Receptors in the nose pick up subliminal scents.
On that dream date, something really might be in the air. Results from a mouse study may bolster the evidence for human pheromones, the long-debated chemical signals thought to unconsciously sway our behaviour.
A team at the Fred Hutchinson Cancer Research Center in Seattle, Washington, has identified a class of protein receptor in the lining of mouse noses that may also operate in humans.
Researchers know that certain chemicals in mouse urine can alter the social or sexual behaviour of other mice. These chemicals work partly by binding to receptors in a particular structure in the mouse nose, known as the vomeronasal organ. In humans, however, this organ is thought to be defunct and the role of pheromones is hotly debated.
Finding such receptors in the lining of the nose, rather the vomeronasal organ, is a more direct parallel with humans. Stephen Liberles and Linda Buck report their finding online this week in Nature (S. D. Liberles & L. B. Buck Nature doi:10.1038/nature05066; 2006). They isolated a group of receptors that can be triggered by at least one known mouse pheromone.

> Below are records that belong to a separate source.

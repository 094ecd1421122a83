import { unitsCatalog } from "../claim/units.js";
import { equationsCatalog } from "../equations/catalog/index.js";
import type {
  ConservedDefinition,
  EquationsDefinition,
  ParameterDefinition,
} from "../equations/definition.js";
import { methodsCatalog } from "../methods/catalog/index.js";
import type { Family, MethodDefinition } from "../methods/definition.js";
import { wrap } from "../report/text.js";
import { indented, labelled } from "./columns.js";

/** An entry of the catalog as the command shows it. */
export interface Entry {
  readonly name: string;
  /** Beside its name in a list. */
  readonly brief: string;
  /** In full, 80 columns wide. */
  readonly lines: readonly string[];
}

const heading = (name: string, title: string): string[] => wrap(`${name}: ${title}`, 80);

function ofEquations(equations: EquationsDefinition): Entry {
  const { name, title, display, form, source, parameters, coordinates, conserved, potential } = equations;
  const kept: Record<string, ConservedDefinition> =
    potential === undefined ? conserved : { energy: { formula: "", unit: "m^2/s^2" }, ...conserved };
  const vanishing = Object.entries(parameters).flatMap(([parameter, { vanishesAt }]) =>
    vanishesAt === undefined ? [] : [vanishesAt === 0 ? `${parameter} = 0` : `${parameter} without limit`],
  );
  return {
    name,
    brief: title,
    lines: [
      ...heading(name, title),
      ...indented(display),
      ...labelled("runs in", form === "time" ? "time (s)" : "the polar angle (rad)"),
      ...Object.entries(coordinates).flatMap(([coordinate, { rate, unit }]) =>
        labelled(coordinate, `${unit}: a variable, with rate ${rate}`),
      ),
      ...Object.entries(parameters).flatMap(ofParameter),
      ...labelled("conserved", Object.entries(kept).map(ofConserved).join("; ") || "nothing"),
      ...labelled("null run", vanishing.join(", ") || "nothing to switch off: the run itself"),
      ...labelled("source", source),
    ],
  };
}

function ofParameter([name, definition]: [string, ParameterDefinition]): string[] {
  const { symbol, unit, meaning, default: value, fromStart } = definition;
  const label = symbol === name ? name : `${name} (${symbol})`;
  const left = value === undefined || fromStart !== undefined ? "" : `; ${value} when left out`;
  return labelled(label, `${unit === "1" ? "a pure number" : unit}: ${meaning}${left}`);
}

function ofConserved([name, { unit, truncatedAt }]: [string, ConservedDefinition]): string {
  return `${name}${unit === "1" ? "" : ` (${unit})`}${truncatedAt === undefined ? "" : ` up to ${truncatedAt}`}`;
}

const FAMILIES: Readonly<Record<Family, string>> = {
  "explicit-runge-kutta": "explicit Runge-Kutta",
  "implicit-runge-kutta": "implicit Runge-Kutta",
  splitting: "splitting",
};

function ofMethod(method: MethodDefinition): Entry {
  const { name, title, order, family, source, note, symmetric, symplectic } = method;
  const traits = [FAMILIES[family], symmetric ? "symmetric" : "", symplectic ? "symplectic" : ""];
  const traitsText = traits.filter(Boolean).join(", ");
  return {
    name,
    brief: `order ${order}, ${traitsText}`,
    lines: [
      ...heading(name, title),
      ...labelled("order", String(order)),
      ...labelled("family", traitsText),
      ...(note === undefined ? [] : labelled("note", note)),
      ...labelled("source", source),
    ],
  };
}

/** The figures that a claim may quote. */
const quantities: readonly Entry[] = [
  {
    name: "apsidal-advance",
    brief: "turn of the apsis, per orbit or per time",
    lines: [
      ...heading("apsidal-advance", "Turn of the apsis"),
      ...indented(
        "The least-squares slope of the unwrapped apsidal angle on the passage number, less a whole turn.",
      ),
      ...labelled("per orbit", "of one radial period, periapsis to periapsis"),
      ...labelled("per d, yr, century", "divided by the run's own mean radial period"),
      ...labelled("inclined orbits", "the angle is counted from the ascending node"),
    ],
  },
];

const units: readonly Entry[] = unitsCatalog.map(({ name, meaning, source }) => ({
  name,
  brief: meaning,
  lines: [...heading(name, meaning), ...labelled("source", source)],
}));

export const sections: Readonly<Record<string, readonly Entry[]>> = {
  equations: equationsCatalog.map(ofEquations),
  methods: methodsCatalog.map(ofMethod),
  quantities,
  units,
};
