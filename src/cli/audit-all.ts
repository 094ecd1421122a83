import { type Auditor, createAuditor } from "../audit/audit.js";
import { undetermined, unreadable } from "../audit/undetermined.js";
import type { Claim } from "../claim/claim.js";
import type { ReadOutcome } from "../claim/read.js";
import { clean } from "../report/text.js";
import type { ClaimResult } from "../result/result.js";
import { tellFailure } from "./failure.js";
import { inOrder } from "./in-order.js";
import type { Progress } from "./progress.js";

/**
 * Audits claims on one pool of workers and yields their results in the order given.
 *
 * @param meanwhile called once, when the workers have work and this thread has none
 */
export async function* auditAll(
  outcomes: readonly ReadOutcome[],
  workers: number,
  progress: Progress,
  meanwhile: () => void,
): AsyncGenerator<ClaimResult, void, undefined> {
  const readable = outcomes.filter((outcome) => outcome.ok);
  const auditor = readable.length === 0 ? null : await createAuditor({ workers });
  const behind = outcomes.map(() => 0);
  let done = 0;
  let begun = false;
  const tell = (): void => {
    const part = behind.reduce((sum, next) => sum + next, 0) / readable.length;
    const what =
      readable.length === 1 ? clean(readable[0]!.claim.file) : `${done} of ${readable.length} claims done`;
    progress.show(part, what);
  };
  try {
    // One more than there are workers, so that none idles while a result is put together.
    yield* inOrder(outcomes, workers + 1, async (outcome, i) => {
      if (!outcome.ok) return unreadable(outcome);
      const result = await auditOne(auditor!, outcome.claim, progress, (part) => {
        behind[i] = part;
        tell();
        if (!begun) setImmediate(meanwhile);
        begun = true;
      });
      behind[i] = 1;
      done++;
      tell();
      return result;
    });
  } finally {
    progress.clear();
    await auditor?.close();
  }
}

/** A defect of ours that one claim brings out does not cost the others their audit. */
async function auditOne(
  auditor: Auditor,
  claim: Claim,
  progress: Progress,
  onProgress: (part: number) => void,
): Promise<ClaimResult> {
  try {
    return await auditor.audit(claim, { onProgress });
  } catch (error) {
    progress.clear();
    tellFailure(error);
    const message = error instanceof Error ? error.message : String(error);
    return undetermined(claim.file, `The audit failed by a defect of Cupel: ${message}`, claim, claim);
  }
}
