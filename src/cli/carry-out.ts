import { availableParallelism } from "node:os";
import { dirname, join } from "node:path";
import { type Auditor, createAuditor } from "../audit/audit.js";
import { unreadable } from "../audit/undetermined.js";
import { formatProblem } from "../claim/problem.js";
import { type ReadOutcome, readClaim } from "../claim/read.js";
import { toJson } from "../report/json.js";
import { renderOverview, renderTerminal } from "../report/terminal.js";
import { makeFolder, pageNames, removeUnfinished, WriteError, writeWhole } from "../report/write.js";
import type { ClaimResult } from "../result/result.js";
import { CallError } from "./call-error.js";
import { claimFiles } from "./claim-files.js";
import { EXIT, leaveWith } from "./exit.js";
import { mayColour, say, writeOut } from "./output.js";
import { Progress } from "./progress.js";

export interface AuditOptions {
  readonly claims: readonly string[];
  readonly out: string;
  readonly report: boolean;
  readonly json: string | undefined;
  readonly workers: number | undefined;
  readonly quiet: boolean;
}

const WIDTH = 80;

/** Reads the claims, audits them, writes summary, pages and data. */
export async function carryOut(options: AuditOptions): Promise<void> {
  try {
    await auditClaims(options);
  } catch (error) {
    if (error instanceof WriteError) throw new CallError(error.message);
    throw error;
  }
}

async function auditClaims(options: AuditOptions): Promise<void> {
  const workers = options.workers ?? availableParallelism();
  if (!Number.isInteger(workers) || workers < 1) {
    throw new CallError(`--workers ${options.workers}: wanted a whole number, 1 or more`);
  }
  const files = await claimFiles(options.claims);
  // What cannot be written is known before the long work is done.
  if (options.report) await makeFolder(options.out);
  if (options.json !== undefined && options.json !== "-") await tryWriting(options.json);

  const outcomes = await Promise.all(files.map(readClaim));
  for (const outcome of outcomes) {
    if (outcome.ok) continue;
    for (const problem of outcome.problems) say(formatProblem(problem));
    leaveWith(EXIT.inputWrong);
  }

  const interruption = new AbortController();
  const interrupt = (): void => {
    interruption.abort();
    removeUnfinished();
    say("\ncupel: interrupted; what was under way is not written");
    process.exit(EXIT.interrupted);
  };
  process.once("SIGINT", interrupt);
  process.once("SIGTERM", interrupt);
  const results = await auditAll(outcomes, workers, options, interruption.signal);
  process.off("SIGINT", interrupt);
  process.off("SIGTERM", interrupt);

  if (options.json === "-") await writeOut(toJson(results));
  else if (options.json !== undefined) await writeWhole(options.json, toJson(results));
}

async function auditAll(
  outcomes: readonly ReadOutcome[],
  workers: number,
  options: AuditOptions,
  signal: AbortSignal,
): Promise<ClaimResult[]> {
  const readable = outcomes.filter((outcome) => outcome.ok).length;
  const auditor = readable === 0 ? null : await createAuditor({ workers });
  const progress = new Progress(process.stderr, !options.quiet);
  const behind = outcomes.map(() => 0);
  const names = pageNames(outcomes.map((outcome) => (outcome.ok ? outcome.claim.file : outcome.file)));
  try {
    const results = await Promise.all(
      outcomes.map(async (outcome, i) => {
        const result = await auditOne(outcome, auditor, signal, (part) => {
          behind[i] = part;
          const total = behind.reduce((sum, next) => sum + next, 0) / Math.max(1, readable);
          progress.show(
            total,
            readable === 1 ? (outcome.ok ? outcome.claim.file : "") : `${readable} claims`,
          );
        });
        if (options.report) await writePage(result, join(options.out, names[i]!));
        return result;
      }),
    );
    progress.clear();
    if (options.report && results.length > 1) await writeIndex(results, names, options.out);
    if (options.json !== "-") await summarize(results, names, options);
    return results;
  } finally {
    progress.clear();
    await auditor?.close();
  }
}

async function auditOne(
  outcome: ReadOutcome,
  auditor: Auditor | null,
  signal: AbortSignal,
  onProgress: (part: number) => void,
): Promise<ClaimResult> {
  if (!outcome.ok) return unreadable(outcome);
  return auditor!.audit(outcome.claim, { signal, onProgress });
}

async function writePage(result: ClaimResult, path: string): Promise<void> {
  const { renderPage } = await import("../report/page/page.js");
  await writeWhole(path, await renderPage(result));
}

async function writeIndex(
  results: readonly ClaimResult[],
  names: readonly string[],
  out: string,
): Promise<void> {
  const { renderIndex } = await import("../report/page/index-page.js");
  const entries = results.map((result, i) => ({ result, href: names[i]! }));
  await writeWhole(join(out, "index.html"), await renderIndex(entries));
}

async function summarize(
  results: readonly ClaimResult[],
  names: readonly string[],
  { quiet, report, out }: AuditOptions,
): Promise<void> {
  const look = { width: WIDTH, colour: mayColour(process.stdout) };
  if (quiet) return writeOut(renderOverview(results, look));
  const pages = results.map((result, i) =>
    renderTerminal(result, { ...look, ...(report && { page: join(out, names[i]!) }) }),
  );
  const rule = `\n${"─".repeat(WIDTH)}\n\n`;
  const several = results.length > 1 ? `${rule}${renderOverview(results, look)}` : "";
  const index = several !== "" && report ? `\nindex  ${join(out, "index.html")}\n` : "";
  await writeOut(pages.join(rule) + several + index);
}

/** Fails now rather than after the work, where a file cannot be written. */
async function tryWriting(path: string): Promise<void> {
  await makeFolder(dirname(path));
  const { access, constants, stat } = await import("node:fs/promises");
  const about = await stat(path).catch(() => null);
  if (about?.isDirectory()) throw new CallError(`--json ${path}: that is a folder; wanted a file`);
  await access(dirname(path), constants.W_OK).catch(() => {
    throw new CallError(`--json ${path}: no permission to write there`);
  });
}
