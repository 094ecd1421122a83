/** A call that cannot be carried out: its message is all that a person needs; exit 2. */
export class CallError extends Error {
  override readonly name = "CallError";
}
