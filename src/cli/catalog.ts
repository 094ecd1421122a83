import type { Command } from "./command.js";
import { writeOut } from "./output.js";

export const catalog: Command = {
  options: {},
  attach: (program) =>
    program
      .example("cupel catalog methods", "Every method, with its order and source")
      .example("cupel catalog oblate", "One entry in full")
      .command(
        "$0 [what]",
        false,
        (yargs) =>
          yargs.positional("what", {
            type: "string",
            describe: "equations, methods, quantities, units, or the name of one entry",
          }),
        async ({ what }) => {
          const { catalogText } = await import("./catalog-text.js");
          await writeOut(catalogText(what));
        },
      ),
};
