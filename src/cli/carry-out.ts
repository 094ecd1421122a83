import { availableParallelism } from "node:os";
import { formatProblem } from "../claim/problem.js";
import type { ReadOutcome } from "../claim/read.js";
import { toJson } from "../report/json.js";
import { removeUnfinished } from "../report/write.js";
import type { ClaimResult } from "../result/result.js";
import { claimFiles } from "./claim-files.js";
import { tryWriting, writeTo } from "./destination.js";
import { EXIT, leaveWith } from "./exit.js";
import { interruptible } from "./interruption.js";
import { say, writeOut } from "./output.js";
import { Progress } from "./progress.js";
import { ReportFolder } from "./report-folder.js";
import { type SummaryStyle, summarize } from "./summary.js";

export interface AuditOptions extends SummaryStyle {
  /** Files and globs. */
  readonly claims: readonly string[];
  /** Threads; null for as many as there are cores. */
  readonly workers: number | null;
  /** Folder of the pages; null for none. */
  readonly out: string | null;
  /** File of the result, `-` for standard output; null for none. */
  readonly json: string | null;
}

/**
 * Reads claims, audits them, and writes summary, pages and result.
 *
 * @throws CallError
 */
export async function carryOut(options: AuditOptions): Promise<void> {
  const progress = new Progress(process.stderr, !options.quiet);
  let folder: ReportFolder | null = null;
  const cleanUp = (): void => {
    progress.clear();
    removeUnfinished();
    folder?.leave();
  };
  await interruptible(cleanUp, async () => {
    const files = await claimFiles(options.claims);
    // What cannot be written is known before the long work is done.
    if (options.json !== null && options.json !== "-") await tryWriting(options.json, files);
    if (options.out !== null) folder = await ReportFolder.open(options.out, files);
    await auditFiles(files, options, folder, progress);
  });
}

async function auditFiles(
  files: readonly string[],
  options: AuditOptions,
  folder: ReportFolder | null,
  progress: Progress,
): Promise<void> {
  const { readClaim } = await import("../claim/read.js");
  const outcomes: ReadOutcome[] = [];
  for (const file of files) {
    const outcome = await readClaim(file);
    if (!outcome.ok) for (const problem of outcome.problems) say(formatProblem(problem));
    outcomes.push(outcome);
  }
  if (outcomes.some(({ ok }) => !ok)) leaveWith(EXIT.inputWrong);
  if (options.json === null && outcomes.every(({ ok }) => !ok)) return;

  const { auditAll } = await import("./audit-all.js");
  const results: ClaimResult[] = [];
  const workers = options.workers ?? availableParallelism();
  for await (const result of auditAll(outcomes, workers, progress, () => folder?.prepare())) {
    results.push(result);
    if (result.setup === null && outcomes[results.length - 1]!.ok) {
      // A claim that reads well and cannot be run, such as one whose step is longer than its orbit.
      leaveWith(EXIT.inputWrong);
      say(`${result.file}: ${result.reason}`);
    }
    folder?.add(result);
    progress.clear();
  }
  const audited = results.some(({ setup }) => setup !== null);
  let page: string | null = null;
  try {
    if (audited && folder !== null) page = await folder.write();
  } finally {
    // The results are not lost with a page that cannot be written.
    if (audited && options.json !== "-") await writeOut(summarize(results, page, options));
    if (options.json === "-") await writeOut(toJson(results));
    else if (options.json !== null) await writeTo(options.json, toJson(results));
  }
}
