/** What the exit codes of every command mean. */
export const EXIT = { done: 0, gateClosed: 1, inputWrong: 2, internalFailure: 3, interrupted: 130 } as const;

/** A process that several things go wrong in leaves with the gravest. */
export function leaveWith(code: number): void {
  process.exitCode = Math.max(Number(process.exitCode ?? 0), code);
}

Genes encoding this family of receptors are also found in humans. “It's probably our best bet yet for functional pheromone genes in humans,” says Timothy Holy, a neurobiologist at Washington University in St Louis, Missouri.
For their part, Liberles and Buck are cautious about labelling the mouse proteins as pheromone receptors. They have not yet carried out a key test to show that activating or eliminating the receptors alters a mouse's behaviour. But Buck says that her team is “intrigued by the possibility” of their being pheromone receptors, and is embarking on tests to find out.
So far, most evidence for human pheromones has come from behavioural research. In one study, scientists at the University of Chicago showed that women's menstrual cycles changed in length after they sniffed the sweat on pads previously worn in the armpits of another woman (K. Stern & M. K. McClintock Nature 392, 177–179; 1998). Another study showed that newborn babies move towards a pad carrying the smell of their mother's breast rather than a clean pad (H. Varendi & R. H. Porter Acta Paediatr. 90, 372–375; 2001).
But many researchers remain sceptical about the power of human pheromones — or even whether they exist at all. Human behaviour is influenced by so many conscious and unconscious factors that it's hard to measure the subtle changes in behaviour caused by a putative pheromone. “Work on human pheromones seems always to capture both public interest and scientific scepticism,” says Holy.
If the receptors discovered in mice are indeed pheromone receptors, this could allow researchers to ask concrete questions about human pheromones. Scientists could, for instance, study people with mutant versions of the receptors to see if they behave differently when exposed to candidate pheromones.
“The new study makes it harder for the sceptics.”
The latest study “makes it harder for the sceptics”, says Martha McClintock, who led the University of Chicago experiments. “Hopefully, this will catalyse a lot of research by high-powered scientists.”
Neuroscientists already know that genes in neurons in the lining of the nose make more than 1,000 different olfactory receptors for identifying chemical odours. The discovery of this gene family won Buck and Richard Axel the 2004 Nobel Prize in Physiology or Medicine.
To look for other classes of receptor, Liberles and Buck isolated neurons from mouse noses and searched for genes that were active only in those cells and were similar to olfactory receptors. They hit on a family of 15 such receptors, called trace amine-associated receptors, or TAARs. There are six genes that code for similar receptors in humans.
The researchers next searched through a set of other chemicals to find those that activated the TAAR receptors. Three of the chemicals they found are present in mouse urine, which is known to affect the animals' social behaviour. One in particular earns the label of a pheromone because it is produced in the urine of male mice and accelerates the onset of puberty in females.
Experts say there may be other as yet undiscovered sensory receptors involved in detecting mammalian pheromones, perhaps including human ones. A paper in 2000 showed that a gene for one mouse pheromone receptor in the vomeronasal organ is also active in the human nose (I. Rodriguez et al. Nature Genet. 26, 18–19; 2000). “There might be other unidentified ones out there,” says neurobiologist Frank Zufall of the University of Maryland in Baltimore.
Liberles and Buck are now testing whether there are molecules in human urine, sweat and vaginal fluid that can trigger the receptors and that mig ht be human pheromones. They also want to examine whether the neurons manufacturing the newfound receptors are wired up in the brain in a different way from regular, smell-detecting neurons. If so, they might connect to centres that control our behaviour or emotions.